VisioScientiae has been founded to exploit the state-of-the-art of the Artificial Intelligence and Big Data technologies and algorithms to create and deploy innovative services and applications.
Among the application fields where the AI-powered algorithms and systems are experimented and deployed with unrivalled levels of performance, we can list: Robo-Trading, Smart Mobility, Medicine & Healthcare, Social Media.


The roots and Polar Star of the company are summarized by its name (VisioScientiae means “the Vision of Science” in Latin language).
We strongly believe that a scientific approach for the forecasting and risk management in Robo Trading, for the automatic detection of anomalies from traffic road video sequences, for the automatic classification of diagnostic exams, for the prediction of the popularity of an Instagram Post, and so on, fueled by the disruptive growth of Artificial Intelligence and Big Data technologies and cross-pollinated with domain specific competence and experience, is the key to unprecedented performances and opportunities in each of these domains.

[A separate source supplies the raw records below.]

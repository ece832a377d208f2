import { z } from 'zod';

/** Roles of people. A user may hold several. Devices are a separate principal (API key). */
export const roleSchema = z.enum(['admin', 'integrator', 'reviewer', 'operator']);
export type Role = z.infer<typeof roleSchema>;
export const ROLES = roleSchema.options;

export const usernameSchema = z
  .string()
  .min(3)
  .max(64)
  .regex(/^[a-z0-9._-]+$/, 'lower-case letters, digits, dot, dash and underscore only');

/** Minimal password policy: 12+ characters, not all one character class. */
export const passwordSchema = z
  .string()
  .min(12, 'at least 12 characters')
  .max(200)
  .refine((p) => /[a-zA-Z]/.test(p) && /[^a-zA-Z]/.test(p), 'mix letters with digits or symbols');

export const signInSchema = z.object({
  username: z.string().min(1).max(64),
  password: z.string().min(1).max(200),
});
export type SignIn = z.infer<typeof signInSchema>;

export const sessionUserSchema = z.object({
  id: z.string(),
  username: z.string(),
  displayName: z.string(),
  roles: z.array(roleSchema),
});
export type SessionUser = z.infer<typeof sessionUserSchema>;

/** Answer of sign-in, renewal and GET /auth/session. */
export const sessionSchema = z.object({
  user: sessionUserSchema,
  /** Send back as the X-CSRF-Token header on every state-changing request. */
  csrfToken: z.string(),
  expiresAt: z.string(),
});
export type Session = z.infer<typeof sessionSchema>;
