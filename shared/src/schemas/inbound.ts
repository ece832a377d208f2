import { z } from 'zod';
import { isoDateTime, pageQuerySchema } from './common';
import { transportSchema } from './devices';

/** What became of an inbound message. Every message is kept with one of these. */
export const inboundOutcomeSchema = z.enum(['accepted', 'duplicate', 'rejected', 'quarantined', 'reprocessed', 'discarded', 'conflicting']);
export type InboundOutcome = z.infer<typeof inboundOutcomeSchema>;

/** Continuity of a batch with the monitor's previous one. */
export const continuitySchema = z.enum(['first', 'contiguous', 'gap', 'overlap']);
export type Continuity = z.infer<typeof continuitySchema>;

export const inboundMessageSchema = z.object({
  id: z.string(),
  receivedAt: z.string(),
  transport: transportSchema,
  outcome: inboundOutcomeSchema,
  reason: z.string().nullable(),
  monitorIdentifier: z.string().nullable(),
  batchId: z.string().nullable(),
  sizeBytes: z.number().int(),
  continuity: continuitySchema.nullable(),
  /** Gap (positive) or overlap (negative) with the previous batch, ms. */
  continuityMs: z.number().nullable(),
  /** Who the edge authenticated (`api-key:<key id>`, `certificate:<SHA-256>`, `source:<address>`), null for a stranger. */
  sender: z.string().nullable().optional(),
  sourceAddress: z.string().nullable().optional(),
  /** From an unauthenticated or unknown sender: only metadata and a capped prefix are kept. */
  stranger: z.boolean().optional(),
});
export type InboundMessage = z.infer<typeof inboundMessageSchema>;

export const inboundMessageDetailSchema = inboundMessageSchema.extend({
  /** The message as received (UTF-8 text; HL7 segments separated by \r). */
  raw: z.string(),
  rawTruncated: z.boolean(),
  handledAt: z.string().nullable(),
  handledBy: z.string().nullable(),
});
export type InboundMessageDetail = z.infer<typeof inboundMessageDetailSchema>;

export const inboundQuerySchema = pageQuerySchema.extend({
  transport: transportSchema.optional(),
  outcome: inboundOutcomeSchema.optional(),
  monitor: z.string().max(64).optional(),
  from: isoDateTime.optional(),
  to: isoDateTime.optional(),
});
export type InboundQuery = z.infer<typeof inboundQuerySchema>;

export const discardInboundSchema = z.object({ reason: z.string().trim().min(1).max(500) });

export const reprocessResultSchema = z.object({
  message: inboundMessageSchema,
  /** The outcome of this attempt ('reprocessed', 'duplicate' or still 'quarantined'). */
  result: inboundOutcomeSchema,
  reason: z.string().nullable(),
});

/** Answer of POST /ingest/batches (202 new, 200 repeat). */
export const ingestReceiptSchema = z.object({
  inboundMessageId: z.string(),
  batchId: z.string(),
  outcome: z.enum(['accepted', 'duplicate']),
  continuity: continuitySchema.nullable(),
  continuityMs: z.number().nullable(),
  channels: z.array(z.object({ code: z.string(), role: z.string(), sampleRate: z.number(), samples: z.number().int() })),
});
export type IngestReceipt = z.infer<typeof ingestReceiptSchema>;

/**
 * Credentials the device edge accepts, registered on a monitor or on a profile (then valid for
 * each of its monitors): a client certificate's SHA-256 fingerprint (hex, colons optional) or
 * subject (RFC 4514 string or its CN) for MLLP over TLS; a source address or CIDR for plain MLLP.
 */
export const edgeCredentialScopeSchema = z.enum(['monitor', 'profile']);
export type EdgeCredentialScope = z.infer<typeof edgeCredentialScopeSchema>;
export const edgeCredentialKindSchema = z.enum(['certificate-fingerprint', 'certificate-subject', 'source']);
export type EdgeCredentialKind = z.infer<typeof edgeCredentialKindSchema>;

export const newEdgeCredentialSchema = z.object({
  kind: edgeCredentialKindSchema,
  value: z.string().trim().min(1).max(255),
  note: z.string().trim().max(255).optional(),
});
export type NewEdgeCredential = z.infer<typeof newEdgeCredentialSchema>;

export const edgeCredentialSchema = newEdgeCredentialSchema.extend({
  id: z.string(),
  scope: edgeCredentialScopeSchema,
  scopeId: z.string(),
  note: z.string().nullable(),
  createdAt: z.string(),
  createdBy: z.string().nullable(),
});
export type EdgeCredential = z.infer<typeof edgeCredentialSchema>;
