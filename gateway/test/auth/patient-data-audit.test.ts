/** Reads of patient data (an assessment's detail, a raw inbound message) are audited with who and the request id. */
import { afterAll, beforeAll, describe, expect, it } from 'vitest';
import { analyseNextWindow, DEFAULT_ENGINE } from '../../src/analysis/analysis-worker';
import { sendRecording } from '../analysis/ingest-helpers';
import { registerMonitor } from '../devices/fixtures';
import { startTestGateway, type SignedInClient, type TestGateway } from '../support/harness';

let gw: TestGateway;
let integrator: SignedInClient;
let reviewer: SignedInClient;
const T0 = Date.parse('2026-11-30T12:00:00.000Z');

beforeAll(async () => {
  gw = await startTestGateway();
  integrator = await gw.signIn('integrator');
  reviewer = await gw.signIn('reviewer');
  const m = await registerMonitor(integrator, 'AACDEF0000000071');
  await sendRecording(gw, m.apiKey, 'AACDEF0000000071', T0, {
    seed: 71,
    durationSeconds: 40,
    heartRate: 80,
    respiratoryRate: 15,
    ppv: 12,
    channels: ['abp', 'paw'],
  });
  for (let i = 0; i < 20 && (await analyseNextWindow(gw.ctx, DEFAULT_ENGINE, 'test')); i++);
});
afterAll(async () => gw?.stop());

const reads = async (action: string, entityId: string) =>
  (await gw.ctx.ds.query('SELECT actor_name AS actorName, request_id AS requestId FROM audit_entry WHERE action = ? AND entity_id = ?', [
    action,
    entityId,
  ])) as { actorName: string; requestId: string }[];

describe('audit of patient-data reads', () => {
  it('records each read of an assessment detail', async () => {
    const list = await reviewer.get('/api/v1/assessments?pageSize=1').expect(200);
    const id = list.body.items[0]?.id as string;
    expect(id).toBeTruthy();
    expect(await reads('assessment.read', id)).toEqual([]); // listing is not a read of the detail
    await reviewer.get(`/api/v1/assessments/${id}`).set('X-Request-Id', 'read-assess-1').expect(200);
    await reviewer.get(`/api/v1/assessments/${id}`).set('X-Request-Id', 'read-assess-2').expect(200);
    expect(await reads('assessment.read', id)).toEqual([
      { actorName: gw.demoUser('reviewer').username, requestId: 'read-assess-1' },
      { actorName: gw.demoUser('reviewer').username, requestId: 'read-assess-2' },
    ]);
  });

  it('records each read of a raw inbound message', async () => {
    const list = await integrator.get('/api/v1/inbound-messages?pageSize=1').expect(200);
    const id = list.body.items[0]?.id as string;
    expect(id).toBeTruthy();
    const detail = await integrator.get(`/api/v1/inbound-messages/${id}`).set('X-Request-Id', 'read-raw-1').expect(200);
    expect(typeof detail.body.raw).toBe('string');
    expect(await reads('inbound.read-raw', id)).toEqual([{ actorName: gw.demoUser('integrator').username, requestId: 'read-raw-1' }]);
  });
});
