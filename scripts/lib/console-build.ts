/** Builds the console with Vite when its bundle is missing or older than its sources. */
import { execFileSync } from 'node:child_process';
import { existsSync, readdirSync, statSync } from 'node:fs';
import path from 'node:path';
import { repoRoot } from '../../gateway/src/config/load';

function newestMtime(dir: string): number {
  let newest = 0;
  for (const entry of readdirSync(dir, { withFileTypes: true })) {
    const p = path.join(dir, entry.name);
    newest = Math.max(newest, entry.isDirectory() ? newestMtime(p) : statSync(p).mtimeMs);
  }
  return newest;
}

export function ensureConsoleBuilt(log: (m: string) => void = console.log): void {
  const ui = path.join(repoRoot, 'admin-ui');
  const index = path.join(ui, 'dist/index.html');
  const sources = Math.max(newestMtime(path.join(ui, 'src')), newestMtime(path.join(repoRoot, 'shared/src')));
  if (existsSync(index) && statSync(index).mtimeMs >= sources) return;
  log('ebbgate: building the console (vite build)…');
  execFileSync(path.join(repoRoot, 'node_modules/.bin/vite'), ['build', '--logLevel', 'warn'], { cwd: ui, stdio: 'inherit' });
}
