import { z } from 'zod';

/** Query parameters every list endpoint accepts (server-side paging and sorting). */
export const pageQuerySchema = z.object({
  page: z.coerce.number().int().min(1).default(1),
  pageSize: z.coerce.number().int().min(1).max(500).default(50),
  sort: z.string().max(64).optional(),
  order: z.enum(['asc', 'desc']).default('desc'),
});
export type PageQuery = z.infer<typeof pageQuerySchema>;

/** Envelope of every paginated list answer. */
export function pageOf<T extends z.ZodTypeAny>(item: T) {
  return z.object({
    items: z.array(item),
    page: z.number().int(),
    pageSize: z.number().int(),
    total: z.number().int(),
  });
}
export interface Page<T> {
  items: T[];
  page: number;
  pageSize: number;
  total: number;
}

/** RFC 9457 problem details, as every error answer of the gateway carries it. */
export const problemSchema = z.object({
  type: z.string(),
  title: z.string(),
  status: z.number().int(),
  detail: z.string().optional(),
  instance: z.string().optional(),
  /** One entry per bad field, for 400/422 answers. */
  errors: z.array(z.object({ path: z.string(), message: z.string() })).optional(),
});
export type Problem = z.infer<typeof problemSchema>;

export const isoDateTime = z.iso.datetime({ offset: true });
export const idParam = z.object({ id: z.string().min(1).max(64) });
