/**
 * Throwaway databases for tests. The test runner (scripts/test.ts, or the vitest global setup
 * when a suite is run alone) provides EBBGATE_TEST_ADMIN_URL: an account allowed to create
 * databases and users. Each test file gets its own database and its two users: `runtimeUrl` (the
 * application user, data privileges only, as the gateway runs) and `url` (the migration user, all
 * privileges on that database: for migrations and for tests that reach into the schema).
 */
import { randomBytes } from 'node:crypto';
import * as mariadb from 'mariadb';
import { migrationCredentials, provisionDatabase } from './mariadb';

export interface TestDatabase {
  /** The migration user (DDL): pass as `database.migrationUrl`, or use for schema-level checks. */
  url: string;
  /** The application user (SELECT, INSERT, UPDATE, DELETE only): pass as `database.url`. */
  runtimeUrl: string;
  name: string;
  drop(): Promise<void>;
}

function adminUrl(): string {
  const url = process.env.EBBGATE_TEST_ADMIN_URL;
  if (!url) throw new Error('EBBGATE_TEST_ADMIN_URL is not set: run tests through `npm test` or vitest (global setup starts MariaDB)');
  return url;
}

async function adminConnection(): Promise<mariadb.Connection> {
  const u = new URL(adminUrl());
  return mariadb.createConnection({
    host: u.hostname,
    port: Number(u.port || 3306),
    user: decodeURIComponent(u.username),
    password: decodeURIComponent(u.password),
  });
}

export async function createTestDatabase(): Promise<TestDatabase> {
  const suffix = randomBytes(5).toString('hex');
  const name = `ebbgate_t_${suffix}`;
  const user = `ebg_t_${suffix}`;
  const password = randomBytes(12).toString('base64url');
  const conn = await adminConnection();
  try {
    await provisionDatabase(conn, name, user, password);
  } finally {
    await conn.end();
  }
  const u = new URL(adminUrl());
  const migration = migrationCredentials(user, password);
  return {
    name,
    url: `mysql://${migration.user}:${encodeURIComponent(migration.password)}@${u.hostname}:${u.port}/${name}`,
    runtimeUrl: `mysql://${user}:${password}@${u.hostname}:${u.port}/${name}`,
    drop: async () => {
      const c = await adminConnection();
      try {
        await c.query(`DROP DATABASE IF EXISTS \`${name}\``);
        await c.query(`DROP USER IF EXISTS '${user}'@'127.0.0.1', '${migration.user}'@'127.0.0.1'`);
      } finally {
        await c.end();
      }
    },
  };
}
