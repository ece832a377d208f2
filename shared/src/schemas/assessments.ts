import { z } from 'zod';
import { channelRoleSchema } from './ingest';
import { isoDateTime, pageQuerySchema } from './common';

export const verdictSchema = z.enum(['valid', 'questionable', 'not-valid']);

export const assessmentSummarySchema = z.object({
  id: z.string(),
  monitorId: z.string(),
  bedId: z.string().nullable(),
  patientRef: z.string().nullable(),
  /** Name and MRN from the EHR's Patient resource, set with patientRef once a delivery files it (null before). */
  patientName: z.string().nullable(),
  patientMrn: z.string().nullable(),
  windowStart: z.string(),
  windowEnd: z.string(),
  verdict: verdictSchema,
  ppv: z.number().nullable(),
  spv: z.number().nullable(),
  deltaPop: z.number().nullable(),
  perfusionIndex: z.number().nullable(),
  heartRate: z.number().nullable(),
  respiratoryRate: z.number().nullable(),
  flags: z.array(z.string()),
  engineVersion: z.string(),
  /** Filled by the delivery capability when it is present; null otherwise. */
  deliveryStatus: z.string().nullable(),
  enteredInError: z.boolean(),
  createdAt: z.string(),
});
export type AssessmentSummary = z.infer<typeof assessmentSummarySchema>;

export const assessmentQuerySchema = pageQuerySchema.extend({
  monitor: z.string().max(64).optional(),
  bed: z.string().max(64).optional(),
  patient: z.string().max(128).optional(),
  verdict: verdictSchema.optional(),
  flag: z.string().max(64).optional(),
  /** Only windows where this index has a value. */
  index: z.enum(['ppv', 'spv', 'deltaPop', 'perfusionIndex', 'heartRate', 'respiratoryRate']).optional(),
  engineVersion: z.string().max(32).optional(),
  from: isoDateTime.optional(),
  to: isoDateTime.optional(),
});
export type AssessmentQuery = z.infer<typeof assessmentQuerySchema>;

/** Samples for plotting; time of sample i = startTime + i / sampleRate (the AnalysisResult time base). */
export const waveformSchema = z.object({
  startTime: z.string(),
  channels: z.array(z.object({ role: channelRoleSchema, unit: z.string(), sampleRate: z.number(), samples: z.array(z.number().nullable()) })),
});
export type Waveform = z.infer<typeof waveformSchema>;

export const assessmentDetailSchema = z.object({
  assessment: assessmentSummarySchema.extend({
    enteredInErrorAt: z.string().nullable(),
    enteredInErrorBy: z.string().nullable(),
    enteredInErrorReason: z.string().nullable(),
    /** The engine's full AnalysisResult (beats, cycles, flags, cautions). */
    result: z.record(z.string(), z.unknown()),
    /** The tidal volume challenge this window completed (TidalVolumeChallengeResult), or null. */
    tidalVolumeChallenge: z.record(z.string(), z.unknown()).nullable().optional(),
  }),
  waveform: waveformSchema,
  observations: z.array(z.record(z.string(), z.unknown())),
});

export const markInErrorSchema = z.object({ reason: z.string().trim().min(3).max(1000) });

/** Answer of POST /analysis/preview (test bench): what was read, the samples, the full analysis. */
export const previewResultSchema = z.object({
  parseReport: z.object({
    format: z.enum(['json', 'csv', 'hl7']),
    profileId: z.string().nullable(),
    channels: z.array(z.object({ code: z.string(), role: channelRoleSchema, unit: z.string(), sampleRate: z.number(), samples: z.number().int() })),
    warnings: z.array(z.string()),
  }),
  waveform: waveformSchema,
  analysis: z.record(z.string(), z.unknown()),
});
export type PreviewResult = z.infer<typeof previewResultSchema>;
export const previewFieldsSchema = z.object({ profileId: z.string().max(36).optional() });

/** Re-analysis of stored windows with the engine this gateway runs; earlier assessments stay. */
export const reanalysisRequestSchema = z
  .object({
    monitorId: z.string().max(36).optional(),
    from: z.iso.datetime({ offset: true }).optional(),
    to: z.iso.datetime({ offset: true }).optional(),
  })
  .refine((q) => !q.from || !q.to || q.from < q.to, { message: 'from must be before to', path: ['to'] });
export const reanalysisAnswerSchema = z.object({ engineVersion: z.string(), queued: z.number().int() });
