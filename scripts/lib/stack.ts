/**
 * The whole local stack in one process: mock EHR (FHIR, token, SMTP catcher, HL7 receiver),
 * the gateway (API, console, MLLP listener, workers) and, for the demo, the bedside simulator.
 * Used by `npm start` (scripts/start.ts) and by the end-to-end tests (tests/src/support/stack.ts).
 */
import path from 'node:path';
import { startMockEhr, type RunningMockEhr } from '@ebbgate/mock-ehr';
import { deepMerge, loadConfig, repoRoot } from '../../gateway/src/config/load';
import type { Config } from '../../gateway/src/config/schema';
import { createLogger } from '../../gateway/src/http/logger';
import { startGateway, type RunningGateway } from '../../gateway/src/server';

export interface StackOptions {
  databaseUrl: string;
  /** The migration user's URL (DDL); the gateway itself runs as `databaseUrl` (data privileges only). */
  migrationDatabaseUrl?: string;
  jwtSecret: string;
  /** 0 = any free port. */
  gatewayPort: number;
  mllpPort: number;
  mockEhrPort: number;
  smtpPort: number;
  hl7ReceiverPort: number;
  nodeEnv?: 'development' | 'test';
  logLevel?: string;
  /** Gateway log file (JSON lines); stdout when absent. */
  logFile?: string;
  /** Extra config for the gateway (deep-merged last). */
  overrides?: Record<string, unknown>;
  log?: (m: string) => void;
}

export interface RunningStack {
  gatewayUrl: string;
  mockEhrUrl: string;
  mockEhr: RunningMockEhr;
  gateway: RunningGateway;
  config: Config;
  stop(): Promise<void>;
}

export const CONSOLE_DIR = path.join(repoRoot, 'admin-ui/dist');

export async function launchStack(opts: StackOptions): Promise<RunningStack> {
  const log = opts.log ?? (() => {});
  const quiet = { info: () => {}, warn: (m: string) => log(m), error: (m: string) => log(m) };
  const mockEhr = await startMockEhr({ host: '127.0.0.1', httpPort: opts.mockEhrPort, smtpPort: opts.smtpPort, mllpPort: opts.hl7ReceiverPort, logger: quiet });
  let gateway: RunningGateway;
  let config: Config;
  try {
    config = loadConfig(
      { NODE_ENV: opts.nodeEnv ?? 'development' },
      deepMerge(
        {
          database: { url: opts.databaseUrl, migrationUrl: opts.migrationDatabaseUrl ?? null },
          gateway: { port: opts.gatewayPort, consoleDir: CONSOLE_DIR, migrateOnStart: true, seedDemo: true },
          auth: { jwtSecret: opts.jwtSecret },
          log: { level: opts.logLevel ?? 'warn' },
          mllp: { port: opts.mllpPort },
          ehr: { fhirBaseUrl: mockEhr.fhirBaseUrl, tokenUrl: mockEhr.tokenUrl },
          mail: { smtpPort: mockEhr.smtpPort },
        },
        opts.overrides ?? {},
      ),
    );
    gateway = await startGateway({ config, logger: createLogger(config.log.level, opts.logFile), migrate: true, seedDemo: true, services: true });
  } catch (err) {
    await mockEhr.stop();
    throw err;
  }
  // publicUrl follows the real port when it was picked at random.
  const gatewayUrl = gateway.url;
  return {
    gatewayUrl,
    mockEhrUrl: mockEhr.baseUrl,
    mockEhr,
    gateway,
    config,
    stop: async () => {
      await gateway.stop();
      await mockEhr.stop();
    },
  };
}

VisioScientiae is a spin-off of the University of Cagliari. Its founders are Computer Science Researchers and Trading Experts with strong curriculum in the fields of Artificial Intelligence, Computer Vision, Classification Systems, Sentiment Analysis, Big Data, Semantic Web, Data Mining, Trading Systems. Each founder has also a strong experience in the creation and development of successful international and national companies within the ICT sector.


Machine Learning

A supervised machine-learning model transforms its input data into meaningful outputs, a process that is “learned” from exposure to known examples of inputs and outputs. It is trained rather than explicitly programmed.
It’s presented with many examples relevant to a task, and it finds statistical structures in these examples that eventually allow the system to come up with rules for automating the task.
Classical supervised machine learning algorithms range from Decision Trees to Naive Bayes to Support Vector Machines and so on.

Deep Learning

Deep learning is a specific subfield of machine learning: a new take on learning representations from data that puts an emphasis on learning successive layers of increasingly meaningful representations.
It is based on biologically inspired algorithms called Artificial Neural Networks.
The “deep” in deep learning isn’t a reference to any kind of deeper understanding achieved by the approach; rather, it stands for this idea of successive layers of representations.

Sentiment Analysis

Also known as Opinion Mining, it refers to the use of natural language processing, text analysis, computational linguistics, and biometrics to systematically identify, extract, quantify, and study affective states and subjective information.
Sentiment analysis aims to determine the attitude of a speaker, writer, or other subject with respect to some topic or the overall contextual polarity or emotional reaction to a document, interaction, or event.

Deep Reinforcement Learning

Long overlooked, this branch of machine learning recently started to get a lot of attention after Google DeepMind successfully applied it to learning to play Atari games (and, later, learning to play Go at the highest level).
Currently Deep Reinforcement Learning is the root of many emerging AI-based industrial applications (i.e. self-driving cars), and it is sometimes addressed as the “true Artificial Intelligence”.